If your baseboards are water then there should be a throttling/isolation valve on the pipe somewhere at either end. It's okay to use those to balance the system. Make sure the ones in the bedrooms are wide open and the ones in the living room are partially closed.

If you don't have isolation valves on the rads then someone screwed up installing them and you will have to resort to foil or some other means of insulating them to reduce heat output.


----------



## Kall45 (Nov 16, 2014)

No valves on the downstairs ones. I've looked, and I've even asked my landlord. Possible upstairs, but right now that area is just used for storage, so I haven't checked it out.

I don't mind doing the tinfoil. It's not noticeable, and a cheap fix. I just wanted to be sure I wasn't harming anything.

Thank you.


----------



## jmon (Nov 5, 2012)

I don't think you would be harming anything. It's just a big waste of energy and money imo. You're renting so I know your options are limited to whatever the landlord agrees to. Sounds like it's working for you. :thumbsup:

A better fix would be to add another zone with thermostat. Of course you couldn't do it, it would be up to your landlord. Maybe you can have a discussion with him/her about it to see if it's an option. Just a suggestion.

Just curious, is the gas/electric included in the rent?


----------



## Kall45 (Nov 16, 2014)

No, oil and electricity is on me. And yes, I would love another zone. Or two. From what I've found, that could be pretty pricey though, yes? Upwards of $1,000? ...won't happen.


----------



## jmon (Nov 5, 2012)

Sorry, sounds like the foil is your only option.


----------



## beenthere (Oct 11, 2008)

Using foil won't hurt anything.


----------



## A Squared (Dec 19, 2005)

Bob Sanders said:


> If your baseboards are water then there should be a throttling/isolation valve on the pipe somewhere at either end. It's okay to use those to balance the system. Make sure the ones in the bedrooms are wide open and the ones in the living room are partially closed.
> 
> If you don't have isolation valves on the rads then someone screwed up installing them and you will have to resort to foil or some other means of insulating them to reduce heat output.


Well, not necessarily, it could be a single loop (?) (not sure what the proper terminology is here) setup where all the water goes thru all the heaters.


----------



## A Squared (Dec 19, 2005)

Kall45 said:


> If it safe for me to close the baseboard heaters in the living room when the heat is on?
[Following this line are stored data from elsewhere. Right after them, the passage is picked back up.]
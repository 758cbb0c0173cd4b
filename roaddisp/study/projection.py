"""Coordinate systems: the study's own, and the way into it."""

from __future__ import annotations

import re
from functools import lru_cache
from typing import Any, Final

import numpy as np

from roaddisp.model import FloatArray
from roaddisp.study.problems import Problems
from roaddisp.study.raw import RawTable

WGS84: Final = "EPSG:4326"
_CODE = re.compile(r"[A-Za-z]{2,12}:[0-9]{1,9}")
_MOST_SCALE_ERROR = 0.01
_MOST_CONVERGENCE = 5.0  # deg


def layer_crs(table: RawTable, problems: Problems) -> Any:
    """Take the coordinate system a layer states, None (and a problem) where there is none."""
    import pyproj
    from pyproj.exceptions import CRSError

    if not table.crs:
        problems.error(
            "the layer states no coordinate system (CRS)",
            file=table.file,
            place=table.place(),
            allowed="any CRS, stated in the file (a Shapefile has it in its .prj)",
            mend="assign the CRS in a GIS",
        )
        return None
    try:
        crs = pyproj.CRS.from_user_input(table.crs)
        return crs.to_2d()
    except CRSError:
        problems.error(
            "the coordinate system (CRS) of the layer is not known",
            file=table.file,
            place=table.place(),
            value=table.crs,
            allowed="a CRS that PROJ knows",
            mend="assign the CRS in a GIS",
        )
        return None


def given_crs(text: str, problems: Problems, *, file: str, place: str) -> Any:
    """Take the study's own coordinate system: projected, in metres, eastings and northings."""
    import pyproj
    from pyproj.exceptions import CRSError

    about = {"file": file, "place": place, "value": text}
    allowed = 'a projected CRS in metres, as "EPSG:32613"'
    if _CODE.fullmatch(text.strip()) is None:
        problems.error(
            "study.crs: not the code of a coordinate system",
            allowed=allowed,
            mend="write the authority and the code",
            **about,
        )
        return None
    try:
        crs = pyproj.CRS.from_user_input(text.strip().upper())
    except CRSError:
        problems.error(
            "study.crs: no coordinate system has this code",
            allowed=allowed,
            mend="look the code up",
            **about,
        )
        return None
    if not crs.is_projected:
        problems.error(
            "study.crs: a geographic CRS where metres are needed",
            allowed=allowed,
            mend="take the UTM zone, or leave the key out",
            **about,
        )
        return None
    axes = crs.axis_info[:2]
    if any(abs(axis.unit_conversion_factor - 1.0) > 1e-12 for axis in axes):
        problems.error(
            f"study.crs: a CRS in {axes[0].unit_name} where metres are needed",
            allowed=allowed,
            mend="take the metric CRS of the same zone, or leave the key out; layers may stay "
            "in feet, they are converted",
            **about,
        )
        return None
    if {axis.direction.lower() for axis in axes} != {"east", "north"}:
        problems.error(
            "study.crs: its axes do not point east and north",
            allowed=allowed,
            mend="take the UTM zone, or leave the key out",
            **about,
        )
        return None
    return crs


def utm_crs(longitude: float, latitude: float) -> Any:
    """Take the UTM zone (WGS 84) of a place.

    >>> utm_crs(-105.0, 40.0).to_epsg()
    32613
    """
    import pyproj

    zone = min(int((longitude + 180.0) // 6.0) + 1, 60)
    return pyproj.CRS.from_epsg((32600 if latitude >= 0 else 32700) + zone)


def moved(x: FloatArray, y: FloatArray, source: Any, target: Any) -> tuple[FloatArray, FloatArray]:
    """Bring coordinates from one system to another; infinite where that is impossible."""
    if source == target:
        return np.asarray(x, dtype=float), np.asarray(y, dtype=float)
    east, north = _way(source, target).transform(
        np.asarray(x, dtype=float), np.asarray(y, dtype=float)
    )
    return np.asarray(east, dtype=float), np.asarray(north, dtype=float)


@lru_cache(maxsize=16)
def _way(source: Any, target: Any) -> Any:
    import pyproj

    return pyproj.Transformer.from_crs(source, target, always_xy=True)


def check_distortion(
    crs: Any, longitude: float, latitude: float, problems: Problems, *, file: str, place: str
) -> None:
    """Hold metres and north of the study's CRS against the earth at the roads."""
    import pyproj

    factors = pyproj.Proj(crs).get_factors(longitude, latitude)
    scale = 0.5 * (factors.meridional_scale + factors.parallel_scale)
    name = crs.to_string()
    if not abs(scale - 1.0) <= _MOST_SCALE_ERROR:
        problems.error(
            f"study.crs: at the roads a metre of this CRS is {1 / scale:.3f} m",
            file=file,
            place=place,
            value=name,
            allowed="within 1 %",
            mend="take the UTM zone of the roads, or leave the key out",
        )
    elif abs(factors.meridian_convergence) > _MOST_CONVERGENCE:
        problems.caution(
            f"study.crs: at the roads its north is {factors.meridian_convergence:.1f} deg from "
            "true north, from which wind directions count",
            file=file,
            place=place,
            value=name,
            mend="take the UTM zone of the roads, or leave the key out",
        )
And additionally, since closing them doesn't seem to actually block the release of heat, ...


It does block the release of heat, just not enough to solve your problem. The amount of heat released is going to be a function of the amount of air flowing through the baseboard by convection, so closing them will cause less heat to be released, but as you found out, it's not as effective as wrapping foil around the fins. 
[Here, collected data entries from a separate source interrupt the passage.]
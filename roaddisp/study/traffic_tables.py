"""Profiles and hourly counts."""

from __future__ import annotations

import numpy as np

from roaddisp.model import BoolArray, Clock, Counts, FloatArray, IntArray, Profiles
from roaddisp.study.columns import TableView
from roaddisp.study.hours import TimeRules, check_order, lines_up, places_on, read_times
from roaddisp.study.problems import listed, nearest
from roaddisp.study.table_types import DAY_TYPES
from roaddisp.study.times import minutes_of

_SUM = 1e-3
_CALENDAR_MEAN = 0.01


def read_profiles(view: TableView) -> Profiles | None:
    """Make profiles whole: every month, day type and hour; None where a row was refused."""
    names, days = view.words("profile"), view.words("day_type")
    hours, shares = view.numbers("hour"), view.numbers("share")
    months, factors = view.numbers("month"), view.numbers("day_factor")
    if not (view.complete and view.clean):
        return None
    groups: dict[tuple[str, int, str], list[int]] = {}
    for row, (name, month, day) in enumerate(zip(names, months, days, strict=True)):
        groups.setdefault((name, 0 if np.isnan(month) else int(month), day), []).append(row)
    share: dict[tuple[str, int, str], FloatArray] = {}
    factor: dict[tuple[str, int, str], float] = {}
    for key, rows in groups.items():
        _check_day(view, key, rows, hours, shares, factors)
        day_shares = np.zeros(24)
        day_shares[hours[rows].astype(int)] = shares[rows]
        share[key] = day_shares
        given = factors[rows][0]
        factor[key] = 1.0 if np.isnan(given) else float(given)
    every = tuple(dict.fromkeys(names))
    chosen = _whole(view, every, groups)
    if not view.clean:
        return None
    shape = (len(every), 12, 3)
    return Profiles(
        every,
        np.array([share[key] for key in chosen]).reshape(*shape, 24),
        np.array([factor[key] for key in chosen]).reshape(shape),
    )


def _check_day(
    view: TableView,
    key: tuple[str, int, str],
    rows: list[int],
    hours: FloatArray,
    shares: FloatArray,
    factors: FloatArray,
) -> None:
    name, month, day = key
    what = f"profile {name!r}, {day}" + (f", month {month}" if month else "")
    counted = hours[rows].astype(int).tolist()
    first: dict[int, int] = {}
    twice = [r for r, hour in zip(rows, counted, strict=True) if first.setdefault(hour, r) != r]
    lacking = sorted(set(range(24)) - set(counted))
    if twice:
        view.error(
            f"{what}: an hour stands twice",
            "hour",
            twice[0],
            value=f"{hours[twice[0]]:g}",
            allowed="each hour from 0 to 23 once",
            mend="delete one of the rows",
            count=len(twice),
        )
    if lacking:
        view.error(
            f"{what}: hours are missing",
            "hour",
            rows[0],
            value=f"missing {listed(map(str, lacking), 24)}",
            allowed="each hour from 0 to 23 once",
            mend="add the rows",
        )
    total = float(shares[rows].sum())
    if not twice and not lacking and abs(total - 1.0) > _SUM:
        mend = "divide each share by the sum"
        if abs(total - 100.0) < 1.0:
            mend = 'the shares look like percent: write "share [%]"'
        view.error(
            f"{what}: the shares do not sum to 1",
            "share",
            rows[0],
            value=f"{total:.6g}",
            allowed="1 within 0.001",
            mend=mend,
        )
    given = factors[rows]
    if np.isnan(given).any() != np.isnan(given).all() or np.ptp(np.nan_to_num(given)) > 1e-9:
        view.error(
            f"{what}: day_factor changes within the day",
            "day_factor",
            rows[0],
            value=listed(f"{each:g}" for each in sorted(set(given.tolist()))),
            allowed="one value in all rows of the day",
            mend="write the same in each row",
        )


def _whole(
    view: TableView, every: tuple[str, ...], groups: dict[tuple[str, int, str], list[int]]
) -> list[tuple[str, int, str]]:
    """Choose the rows that stand for each month and day type: the most particular ones."""
    chosen = []
    for name in every:
        for month in range(1, 13):
            for day in DAY_TYPES:
                ways = [(name, m, d) for m in (month, 0) for d in (day, "all")]
                found = next((key for key in ways if key in groups), None)
                if found is None:
                    row = next(rows[0] for key, rows in groups.items() if key[0] == name)
                    view.error(
                        f"profile {name!r} has no rows for a {day} in month {month}",
                        "day_type",
                        row,
                        allowed="rows for every day of the year",
                        mend="add the rows, or rows of day_type 'all' or without a month",
                    )
                    return []
                chosen.append(found)
    return chosen


def check_day_factors(profiles: Profiles, view: TableView, clock: Clock) -> None:
    """Hold the calendar mean of ``day_factor`` to 1 within 1 %, in every year of the run."""
    first = int(str(clock.civil[0])[:4])
    last = int(str(clock.civil[-1])[:4])
    names = view.words("profile")
    for number, name in enumerate(profiles.names):
        for year in range(first, last + 1):
            days = np.arange(f"{year}-01-01", f"{year + 1}-01-01", dtype="datetime64[D]")
            weekday = (days.astype(np.int64) + 3) % 7  # 0 is Monday
            month = days.astype("datetime64[M]").astype(np.int64) % 12
            mean = float(profiles.day_factor[number, month, np.maximum(weekday - 4, 0)].mean())
            if abs(mean - 1.0) > _CALENDAR_MEAN:
                view.error(
                    f"profile {name!r}: the mean of day_factor over {year} is not 1",
                    "day_factor",
                    names.index(name),
                    value=f"{mean:.4f}",
                    allowed="0.99 to 1.01",
                    mend="divide each day_factor by the mean",
                )
                break


def counted_links(view: TableView) -> frozenset[str]:
    """Name the links that a table of counts has."""
    return frozenset(view.words("link")) - {""}


def read_counts(
    view: TableView,
    rules: TimeRules,
    clock: Clock | None,
    offset: int | None,
    *,
    links: tuple[str, ...] | None,
    link_speed: FloatArray | None,
    known_classes: tuple[str, ...] | None,
) -> Counts | None:
    """Lay counts on the run's hours; None where a row was refused.

    Parameters
    ----------
    view : TableView
    rules : TimeRules
    clock : Clock or None
        Without one the table is checked for itself.
    offset : int [minutes] or None
        Of local standard time.
    links : tuple of str (L,), or None where the roads could not be read
    link_speed : (L,) [m/s] or None
        Taken where a row gives no speed.
    known_classes : tuple of str or None
        Classes the factors have; None where they could not be read.
    """
    names, classes_at = view.words("link"), view.words("vehicle_class")
    vehicles, speed = view.numbers("vehicles"), view.numbers("speed")
    series = list(zip(names, classes_at, strict=True))
    instants = read_times(view, rules, offset=offset, series=series)
    if not instants.faults:
        check_order(view, instants.utc, series, strict=False)
    if links is not None:
        _check_names(view, "link", names, links)
    classes = _check_classes(view, classes_at, known_classes)
    if clock is not None:
        lines_up(view, instants.utc, int(minutes_of(clock)[0]))
    if not (view.complete and view.clean) or classes is None:
        return None
    if clock is None or links is None or link_speed is None:
        return None
    place = {link: number for number, link in enumerate(links)}
    link = np.array([place[name] for name in names], dtype=np.int64)
    hour = places_on(clock, instants.utc, view, "counts")
    if hour is None:
        return None
    of_run = hour >= 0
    number = {each: n for n, each in enumerate(classes)}
    which = np.array([number.get(each, 0) for each in classes_at], dtype=np.int64)
    table = np.full((len(links), max(len(classes), 1), clock.standard.size), np.nan)
    table[link[of_run], which[of_run], hour[of_run]] = vehicles[of_run]
    if classes:
        runs = np.zeros(table.shape[:2], dtype=bool)
        runs[link, which] = True
        counted = np.isfinite(table).any(axis=1)
        table = np.where(~runs[:, :, None] & counted[:, None, :], 0.0, table)
    _caution_gaps(view, table, link, links)
    speeds = _speeds(view, speed, link, hour, link_speed, clock.standard.size)
    return Counts(table if classes else table[:, 0], classes or None, speeds)


def _check_names(view: TableView, column: str, words: list[str], known: tuple[str, ...]) -> None:
    have = set(known)
    unknown = [row for row, word in enumerate(words) if word and word not in have]
    if unknown:
        row = unknown[0]
        near = nearest(words[row], known)
        view.error(
            f"an unknown {column}",
            column,
            row,
            value=words[row],
            allowed=listed(known),
            mend=f"did you mean {near!r}?" if near else "correct or delete the rows",
            count=len(unknown),
        )


def _check_classes(
    view: TableView, words: list[str], known: tuple[str, ...] | None
) -> tuple[str, ...] | None:
    if not any(words):
        return ()
    empty = [row for row, word in enumerate(words) if not word]
    if empty:
        view.error(
            "a row without a class, where others have one",
            "vehicle_class",
            empty[0],
            allowed="a class in every row, or in none",
            mend="fill it in",
            count=len(empty),
        )
        return None
    if known is None:
        return None
    _check_names(view, "vehicle_class", words, known)
    return tuple(dict.fromkeys(words)) if view.clean else None


def _caution_gaps(
    view: TableView, table: FloatArray, link: IntArray, links: tuple[str, ...]
) -> None:
    there = np.unique(link)
    gaps: BoolArray = np.asarray(np.isnan(table[there]).any(axis=1), dtype=bool)
    if gaps.any():
        first = there[int(np.argmax(np.any(gaps, axis=1)))]
        view.caution(
            f"hours without a count: {int(gaps.sum())} of {gaps.size} hours of the links counted",
            "vehicles",
            value=f"first of link {links[first]!r}",
            mend="fill the gaps, or accept that these hours are left out",
        )


def _speeds(
    view: TableView,
    speed: FloatArray,
    link: IntArray,
    hour: IntArray,
    link_speed: FloatArray,
    hours: int,
) -> FloatArray | None:
    if not view.has("speed") or np.isnan(speed).all():
        return None
    of_run = (hour >= 0) & np.isfinite(speed)
    table = np.full((link_speed.size, hours), np.nan)
    table[link[of_run], hour[of_run]] = speed[of_run]
    differ = of_run.copy()
    differ[of_run] = np.abs(table[link[of_run], hour[of_run]] - speed[of_run]) > 1e-6
    if differ.any():
        row = int(np.argmax(differ))
        view.error(
            "classes of one hour have different speeds",
            "speed",
            row,
            value=f"{speed[row]:.4g} m/s",
            allowed="one speed for a link and hour",
            mend="write the mean speed of the traffic",
            count=int(differ.sum()),
        )
    return np.where(np.isnan(table), link_speed[:, None], table)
And I'm another vote for you'll be fine and won't hurt anything with your foil solution.


----------



## A Squared (Dec 19, 2005)

jmon said:


> I don't think you would be harming anything. It's just a big waste of energy and money imo.
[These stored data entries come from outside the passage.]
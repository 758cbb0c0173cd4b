"""The air before the roads of the study."""
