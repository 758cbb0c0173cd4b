"""The choices of a scenario, in SI, held against what there is to choose from."""

from __future__ import annotations

from typing import Literal

from roaddisp.constants import NO2_UGM3_PER_PPB
from roaddisp.errors import NotYetError
from roaddisp.model import FactorTable, Options, Receptors
from roaddisp.standards.rules import standard, standards
from roaddisp.study.problems import Problems, listed, nearest
from roaddisp.study.scenarios import Settings
from roaddisp.study.weather_table import Weather


def read_options(
    settings: Settings,
    factors: FactorTable | None,
    weather: Weather | None,
    receptors: Receptors | None,
    problems: Problems,
) -> Options | None:
    """Take the options of a scenario; None where something they rest on is missing."""
    names = _standards(settings, problems)
    hourly = _hourly(settings, receptors, problems)
    study, station = settings.section("study"), settings.section("weather")
    spread, convert = settings.section("dispersion"), settings.section("conversion")
    fleet = settings.section("fleet")
    if None in (study, station, spread, convert, fleet) or factors is None or weather is None:
        return None
    return Options(
        terrain=study.terrain,
        ugm3_per_ppb=NO2_UGM3_PER_PPB[study.reference],
        reference=study.reference,
        year=fleet.year or factors.year or weather.first_year,
        anemometer_height=station.anemometer_height,
        wind_height=station.wind_height,
        wind_floor=station.wind_floor,
        calm_threshold=station.calm_threshold,
        calms=station.calms,
        direction_step=station.direction_step or 0.0,
        direction_seed=station.direction_seed,
        curves=spread.curves,
        wake_margin=spread.wake_margin,
        conversion=convert.method,
        standards=names,
        hourly=hourly,
    )


def _standards(settings: Settings, problems: Problems) -> tuple[str, ...]:
    section = settings.section("standards")
    names = section.use if section is not None else []
    for number, name in enumerate(names):
        about = {
            "file": settings.file,
            "place": settings.place("standards", "use", number),
            "value": name,
            "allowed": listed(standards(), 30),
        }
        try:
            standard(name)
        except NotYetError:
            problems.error(
                f"not in this version: the standard {name!r}",
                **about,
                mend="take it out of the list",
            )
        except ValueError:
            near = nearest(name, standards())
            problems.error(
                "an unknown standard",
                **about,
                mend=f"did you mean {near!r}?" if near else "choose of the list",
            )
    return tuple(dict.fromkeys(names))


def _hourly(
    settings: Settings, receptors: Receptors | None, problems: Problems
) -> tuple[str, ...] | Literal["all"]:
    section = settings.section("outputs")
    asked = section.hourly if section is not None else []
    if asked == "all":
        return "all"
    if receptors is not None:
        known = set(receptors.receptor)
        for number, name in enumerate(asked):
            if name not in known:
                near = nearest(name, receptors.receptor[:20_000])
                problems.error(
                    "outputs.hourly: no receptor has this id",
                    file=settings.file,
                    place=settings.place("outputs", "hourly", number),
                    value=name,
                    allowed=listed(receptors.receptor),
                    mend=f"did you mean {near!r}?" if near else "name receptors of the study",
                )
    return tuple(dict.fromkeys(asked))
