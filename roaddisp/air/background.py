"""Mass concentration of the background to mixing ratio."""

from __future__ import annotations

from typing import Final, Literal, overload

import numpy as np
import numpy.typing as npt

from roaddisp.constants import NO2_UGM3_PER_PPB
from roaddisp.model import FloatArray

Gas = Literal["o3", "no2", "no", "nox"]

UGM3_PER_PPB: Final[dict[str, dict[Gas, float]]] = {
    "25 C": {
        "no2": NO2_UGM3_PER_PPB["25 C"],
        "nox": NO2_UGM3_PER_PPB["25 C"],
        "no": 1.2265,
        "o3": 1.9619,
    },
    "20 C": {
        "no2": NO2_UGM3_PER_PPB["20 C"],
        "nox": NO2_UGM3_PER_PPB["20 C"],
        "no": 1.2474,
        "o3": 1.9953,
    },
}
"""ug/m3 in one ppb at 298.15 K and 293.15 K, both 101.325 kPa; NOx as NO2.

``M P / (R T)`` to four decimals, with 30.0061 (NO), 46.0055 (NO2) and 47.9982
(O3) g/mol and the gas constant of CODATA 2018.
"""


@overload
def ppb_from_ugm3(value: float, gas: Gas, reference: str) -> float: ...
@overload
def ppb_from_ugm3(value: npt.ArrayLike, gas: Gas, reference: str) -> float | FloatArray: ...
def ppb_from_ugm3(value: npt.ArrayLike, gas: Gas, reference: str) -> float | FloatArray:
    """Mixing ratio of a gas from its mass concentration.

    Parameters
    ----------
    value : (...) [ug/m3]; NOx as NO2
    gas : "o3", "no2", "no" or "nox"
    reference : "25 C" or "20 C"
        State to which the mass concentration refers, at 101.325 kPa.

    Returns
    -------
    (...) [ppb], float for a scalar

    Raises
    ------
    ValueError
        Where gas or reference is another.

    Examples
    --------
    >>> round(ppb_from_ugm3(188.04, "no2", "25 C"), 6)
    100.0
    """
    if reference not in UGM3_PER_PPB:
        raise ValueError(f"reference is {reference!r}; allowed: {', '.join(UGM3_PER_PPB)}")
    factors = UGM3_PER_PPB[reference]
    if gas not in factors:
        raise ValueError(f"gas is {gas!r}; allowed: {', '.join(factors)}")
    ppb: FloatArray = np.asarray(value, dtype=np.float64) / factors[gas]
    return float(ppb) if ppb.ndim == 0 else ppb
Not sure I agree that it's a *big* waste. Granted, the foil solution wold be less efficient than a properly balanced single zone system, but that's not what have. Given that the existing system is so badly out of whack with the requirements, adjusting the heat output to better match the various rooms' needs might actually make things more efficient. (Compared to heating one area much warmer than it should be.)


----------



## COLDIRON (Mar 15, 2009)

Many baseboard systems have louvers the length of the baseboard, do your baseboards have louvers on them? If they do close them, if not try blocking the bottom where the air is drawn into the baseboard. No air in no air out.


----------